A key question arising from the post-COVID rally is how much the market resilience has been propped up by an influx of retail traders taking advantage of the volatility.

And the latest data insights from trading and investment platform Investing.com lend weight to the argument that retail investors have played a role.

It follows other indicators such as increased volumes reported through millennial-focused trading apps such as Robinhood. Two domestic platforms — Stake and Marketech — also told Stockhead recently that they’d seen a sharp pickup in market activity through the crisis.

Analysing traffic from its own site, Investing.com said the number of Australian-based users rose from 420,000 in February to more than 800,000 through March and April, where they stayed into the end of the June quarter.
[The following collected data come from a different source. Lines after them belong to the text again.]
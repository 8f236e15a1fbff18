// A game's status: always a word and an icon beside the colour, never colour alone.
import { CircleCheck, TriangleAlert, OctagonX, Wrench } from 'lucide-react';
import { gameStatusLabels, type GameStatus } from '@bumperline/contracts/game-vocabulary';

const styles: Record<GameStatus, { className: string; Icon: typeof CircleCheck }> = {
  running: { className: 'bg-running-tint text-running', Icon: CircleCheck },
  attention: { className: 'bg-attention-tint text-attention', Icon: TriangleAlert },
  down: { className: 'bg-down-tint text-down', Icon: OctagonX },
  in_shop: { className: 'bg-shop-tint text-shop', Icon: Wrench },
};

export function GameStatusBadge({ status }: { status: GameStatus }) {
  const { className, Icon } = styles[status];
  return (
    <span className={`inline-flex items-center gap-1 rounded-full px-2.5 py-0.5 text-sm font-semibold whitespace-nowrap ${className}`}>
      <Icon aria-hidden className="size-4" />
      {gameStatusLabels[status]}
    </span>
  );
}
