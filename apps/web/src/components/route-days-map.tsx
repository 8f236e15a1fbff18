// Several technicians' routes on one Leaflet map: each a line from the start point through the stops and back, in
// the technician's colour and line pattern, with markers in their shape labelled letter + stop number ("B2"). The
// markers are pictures, not controls (close venues overlap): the columns beside the map say the same in words.
// Tiles come from the company's setting; without a tile server (or offline) the routes show on a plain ground.
import 'leaflet/dist/leaflet.css';
import { Fragment, useMemo, useState } from 'react';
import L from 'leaflet';
import { MapContainer, Marker, Polyline, TileLayer } from 'react-leaflet';
import type { RouteStyle } from './route-styles.ts';

export interface MappedRoute {
  key: string;
  name: string;
  style: RouteStyle;
  start: [number, number] | null;
  stops: { id: string; lat: number; lng: number; title: string; time: string }[];
}

function stopIcon(style: RouteStyle, n: number) {
  const radius = style.shape === 'circle' ? '50%' : '4px';
  const turn = style.shape === 'diamond' ? 'transform:rotate(45deg);' : '';
  const unturn = style.shape === 'diamond' ? 'transform:rotate(-45deg);' : '';
  return L.divIcon({
    className: '',
    html: `<span style="display:flex;align-items:center;justify-content:center;width:30px;height:30px;border-radius:${radius};background:${style.colour};border:3px solid #fff;box-shadow:0 0 0 2px ${style.colour},0 1px 3px rgba(0,0,0,.45);${turn}"><span style="color:#fff;font:800 12px/1 system-ui;${unturn}">${style.letter}${n}</span></span>`,
    iconSize: [30, 30],
    iconAnchor: [15, 15],
  });
}

function homeIcon(style: RouteStyle) {
  return L.divIcon({
    className: '',
    html: `<span style="display:flex;align-items:center;justify-content:center;width:26px;height:26px;border-radius:4px;background:#fff;border:3px solid ${style.colour};color:${style.colour};font:800 11px/1 system-ui">${style.letter}⌂</span>`,
    iconSize: [26, 26],
    iconAnchor: [13, 13],
  });
}

export default function RouteDaysMap({ routes, tileUrl, label }: { routes: MappedRoute[]; tileUrl: string; label: string }) {
  const [tilesFailed, setTilesFailed] = useState(false);
  const points = useMemo(
    () => routes.flatMap((r) => [...(r.start ? [r.start] : []), ...r.stops.map((s) => [s.lat, s.lng] as [number, number])]),
    [routes],
  );
  const bounds = useMemo(() => (points.length ? L.latLngBounds(points).pad(0.1) : null), [points]);
  const showTiles = !!tileUrl && !tilesFailed;
  return (
    <figure className="relative m-0" aria-label={label}>
      <MapContainer
        // A new set of points (another date) re-fits the view.
        key={bounds?.toBBoxString() ?? 'empty'}
        {...(bounds ? { bounds } : { center: [41.88, -87.65] as [number, number], zoom: 11 })}
        minZoom={3}
        maxZoom={18}
        scrollWheelZoom={false}
        // Attribution is owed to a tile server's data; without tiles there is nothing to credit (and its small link
        // would sit under the note below).
        attributionControl={showTiles}
        className="h-96 w-full rounded-lg"
        style={{ background: '#e8ecf3' }}
      >
        {showTiles && (
          <TileLayer
            url={tileUrl}
            attribution="Map tiles: your configured tile server"
            eventHandlers={{ tileerror: () => setTilesFailed(true) }}
          />
        )}
        {routes.map((r) => {
          const stops = r.stops.map((s) => [s.lat, s.lng] as [number, number]);
          const line = r.start ? [r.start, ...stops, r.start] : stops;
          return (
            <Fragment key={r.key}>
              {line.length > 1 && (
                <Polyline
                  positions={line}
                  pathOptions={{ color: r.style.colour, weight: 4, opacity: 0.85, dashArray: r.style.dash || undefined }}
                />
              )}
              {r.start && <Marker position={r.start} icon={homeIcon(r.style)} interactive={false} keyboard={false} />}
              {r.stops.map((s, i) => (
                <Marker key={s.id} position={[s.lat, s.lng]} icon={stopIcon(r.style, i + 1)} interactive={false} keyboard={false} />
              ))}
            </Fragment>
          );
        })}
      </MapContainer>
      {!showTiles && (
        <figcaption className="pointer-events-none absolute right-2 bottom-2 left-2 z-[1000] rounded-md bg-white/95 p-2 text-sm text-ink-soft shadow">
          {tilesFailed ? 'Map tiles could not be loaded (offline?).' : 'No map tile server is set.'} Routes are shown on a plain background
          {tileUrl ? '' : '; an owner can set a tile server in Settings'}.
        </figcaption>
      )}
    </figure>
  );
}
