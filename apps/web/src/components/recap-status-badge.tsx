// A board's recap status: a word and an icon beside the colour, never colour alone.
import { CalendarClock, CircleCheck, CircleHelp, CircleMinus, OctagonExclamationPoint } from 'lucide-react';
import type { RecapEstimate, RecapStatus } from '@bumperline/contracts/boards';
import { asSentence, formatDate, type LocaleSettings } from '../lib/format.ts';

export const recapStatusLabels: Record<RecapStatus, string> = {
  overdue: 'Recap overdue',
  'due-soon': 'Recap due soon',
  ok: 'Recap not due',
  unknown: 'Date to settle',
  'no-electrolytics': 'Nothing to recap',
};

const styles: Record<RecapStatus, { className: string; Icon: typeof CircleCheck }> = {
  overdue: { className: 'bg-down-tint text-down', Icon: OctagonExclamationPoint },
  'due-soon': { className: 'bg-attention-tint text-attention', Icon: CalendarClock },
  ok: { className: 'bg-running-tint text-running', Icon: CircleCheck },
  unknown: { className: 'bg-shop-tint text-shop', Icon: CircleHelp },
  'no-electrolytics': { className: 'bg-paper-dim text-ink-soft', Icon: CircleMinus },
};

export function RecapStatusBadge({ status }: { status: RecapStatus }) {
  const { className, Icon } = styles[status];
  return (
    <span className={`inline-flex items-center gap-1 rounded-full px-2.5 py-0.5 text-sm font-semibold whitespace-nowrap ${className}`}>
      <Icon aria-hidden className="size-4" />
      {recapStatusLabels[status]}
    </span>
  );
}

/**
 * What to do about the board, in the company's date format: "Recap now: overdue since Dec 19, 1992 — C1 (85 °C,
 * 1,000 h) sets the date"; for a date code to settle, how to settle it. Null when there is nothing to do yet.
 */
export function recapAdvice(recap: RecapEstimate, locale: LocaleSettings | undefined): string | null {
  if (recap.status === 'overdue' && recap.dueDate) {
    const limiting = recap.limitingDesignator ? ` — ${recap.limitingDesignator} (${recap.limitingRating}) sets the date` : '';
    return `Recap now: overdue since ${formatDate(recap.dueDate, locale)}${limiting}`;
  }
  return recap.recommendation ? asSentence(recap.recommendation) : null;
}

/** One line on when the recap is due, in the company's date format. */
export function recapLine(recap: RecapEstimate, locale: LocaleSettings | undefined): string {
  const due = formatDate(recap.dueDate, locale);
  switch (recap.status) {
    case 'overdue':
      return `Overdue since ${due}`;
    case 'due-soon':
      return `Due ${due} (within ${recap.monthsUntilDue} month${recap.monthsUntilDue === 1 ? '' : 's'})`;
    case 'ok':
      return `Due ${due}`;
    default:
      return asSentence(recap.message);
  }
}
Investing.com analyst Jesse Cohen offered some pretty direct commentary in terms of where that interest was coming from.

 

‘Bored sports bettors’ turned day-traders

“Essentially bored sports bettors shifted their focus to day-trading when the coronavirus pandemic brought sporting events to a halt earlier this year,” Cohen said.

Barstool Sports founder Dave Portnoy has become the poster child of this day-trading craze that has taken Wall Street by storm. The big question is how many of these first-time day-traders will stay in the market once sports are back on?”

It makes for an interesting setup into the second half of 2020, with ongoing complications from the pandemic combined with some ASX sectors that have run particularly hard — most notably buy now, pay later (BNPL) stocks.

The heat in BNPL may be partly reflective of investor views around shifting consumption patterns that have been accelerated by the pandemic.

“Simultaneously, rising interest in the Zoom videoconference platform and pharmaceutical companies reflects how investors are betting on the companies that are providing solutions to the pandemic’s challenges,” Investing.com said.

At the same time, the well-documented investor preference for sectors that have been hardest hit, such as airlines and oil companies, also indicate that investors have looked to take advantage of potential discount opportunities.

And with the benefit of hindsight “that wasn’t such a bad move”, Cohen said.

“While market participants are still struggling to understand the true extent of the damage from the fast-spreading virus outbreak, many first-time traders chose to ignore the risk and buy the dip in some of the hardest-hit names in the market,” he said.